─── TASK INPUT

//! `NetworkMarks`: what the page needs to frame and mark a network on its canvas: the extent
//! of its nodes (`bounds`, to fit the view to the network rather than the lattice) and where
//! its roots are (`roots`: petiole bases of a leaf, outlets of a site), each with its marker
//! radius.

use ramulus_core::network::Network;

/// Extent and roots of a network, in its physical units.
#[derive(Clone, Debug, Default, PartialEq, serde::Serialize)]
pub struct NetworkMarks {
    /// `[min x, min y, max x, max y]` of its finite nodes, `None` when it has none.
    pub bounds: Option<[f64; 4]>,
    /// `[x, y]` of every finite node without a downstream segment.
    pub roots: Vec<[f64; 2]>,
}

/// The marks of `network`: one pass over nodes and segments.
pub fn network_marks(network: &Network) -> NetworkMarks {
    let mut has_downstream = vec![false; network.nodes.len()];
    for segment in &network.segments {
        if let Some(flag) = has_downstream.get_mut(segment.from as usize) {
            *flag = true;
        }
    }
    let mut marks = NetworkMarks::default();
    for (node, downstream) in network.nodes.iter().zip(&has_downstream) {
        let (x, y) = (node.x, node.y);
        if !x.is_finite() || !y.is_finite() {
            continue;
        }
        marks.bounds = Some(match marks.bounds {
            None => [x, y, x, y],
            Some([x0, y0, x1, y1]) => [x0.min(x), y0.min(y), x1.max(x), y1.max(y)],
        });
        if !downstream {
            marks.roots.push([x, y]);
        }
    }
    marks
}

#[cfg(test)]
mod tests {
    use super::*;
    use ramulus_core::network::{Node, Segment};

    #[test]
    fn bounds_span_the_nodes_and_roots_are_nodes_without_a_downstream_segment() {
        let node = |x, y| Node { x, y, weight: 1.0 };
        let network = Network {
            nodes: vec![
                node(1.0, 5.0),
                node(2.0, 4.0),
                node(-3.0, 7.5),
                node(f64::NAN, 0.0),
            ],
            // Node 1 drains into node 0 and node 2 into node 1: node 0 is the one root.
            segments: vec![Segment { from: 1, to: 0 }, Segment { from: 2, to: 1 }],
            ..Network::default()
        };
        let marks = network_marks(&network);
        assert_eq!(marks.bounds, Some([-3.0, 4.0, 2.0, 7.5]));
        assert_eq!(marks.roots, vec![[1.0, 5.0]]);
        assert_eq!(network_marks(&Network::default()), NetworkMarks::default());
    }
}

──────

Retype each record in full, please.

//! `NetworkMarks`: what the page needs to frame and mark a network on its canvas: the extent
//! of its nodes (`bounds`, to fit the view to the network rather than the lattice) and where
//! its roots are (`roots`: petiole bases of a leaf, outlets of a site), each with its marker
//! radius.

use ramulus_core::network::Network;

/// Extent and roots of a network, in its physical units.
#[derive(Clone, Debug, Default, PartialEq, serde::Serialize)]
pub struct NetworkMarks {
    /// `[min x, min y, max x, max y]` of its finite nodes, `None` when it has none.
    pub bounds: Option<[f64; 4]>,
    /// `[x, y]` of every finite node without a downstream segment.
    pub roots: Vec<[f64; 2]>,
}

/// The marks of `network`: one pass over nodes and segments.
pub fn network_marks(network: &Network) -> NetworkMarks {
    let mut has_downstream = vec![false; network.nodes.len()];
    for segment in &network.segments {
        if let Some(flag) = has_downstream.get_mut(segment.from as usize) {
            *flag = true;
        }
    }
    let mut marks = NetworkMarks::default();
    for (node, downstream) in network.nodes.iter().zip(&has_downstream) {
        let (x, y) = (node.x, node.y);
        if !x.is_finite() || !y.is_finite() {
            continue;
        }
        marks.bounds = Some(match marks.bounds {
            None => [x, y, x, y],
            Some([x0, y0, x1, y1]) => [x0.min(x), y0.min(y), x1.max(x), y1.max(y)],
        });
        if !downstream {
            marks.roots.push([x, y]);
        }
    }
    marks
}

#[cfg(test)]
mod tests {
    use super::*;
    use ramulus_core::network::{Node, Segment};

    #[test]
    fn bounds_span_the_nodes_and_roots_are_nodes_without_a_downstream_segment() {
        let node = |x, y| Node { x, y, weight: 1.0 };
        let network = Network {
            nodes: vec![
                node(1.0, 5.0),
                node(2.0, 4.0),
                node(-3.0, 7.5),
                node(f64::NAN, 0.0),
            ],
            // Node 1 drains into node 0 and node 2 into node 1: node 0 is the one root.
            segments: vec![Segment { from: 1, to: 0 }, Segment { from: 2, to: 1 }],
            ..Network::default()
        };
        let marks = network_marks(&network);
        assert_eq!(marks.bounds, Some([-3.0, 4.0, 2.0, 7.5]));
        assert_eq!(marks.roots, vec![[1.0, 5.0]]);
        assert_eq!(network_marks(&Network::default()), NetworkMarks::default());
    }
}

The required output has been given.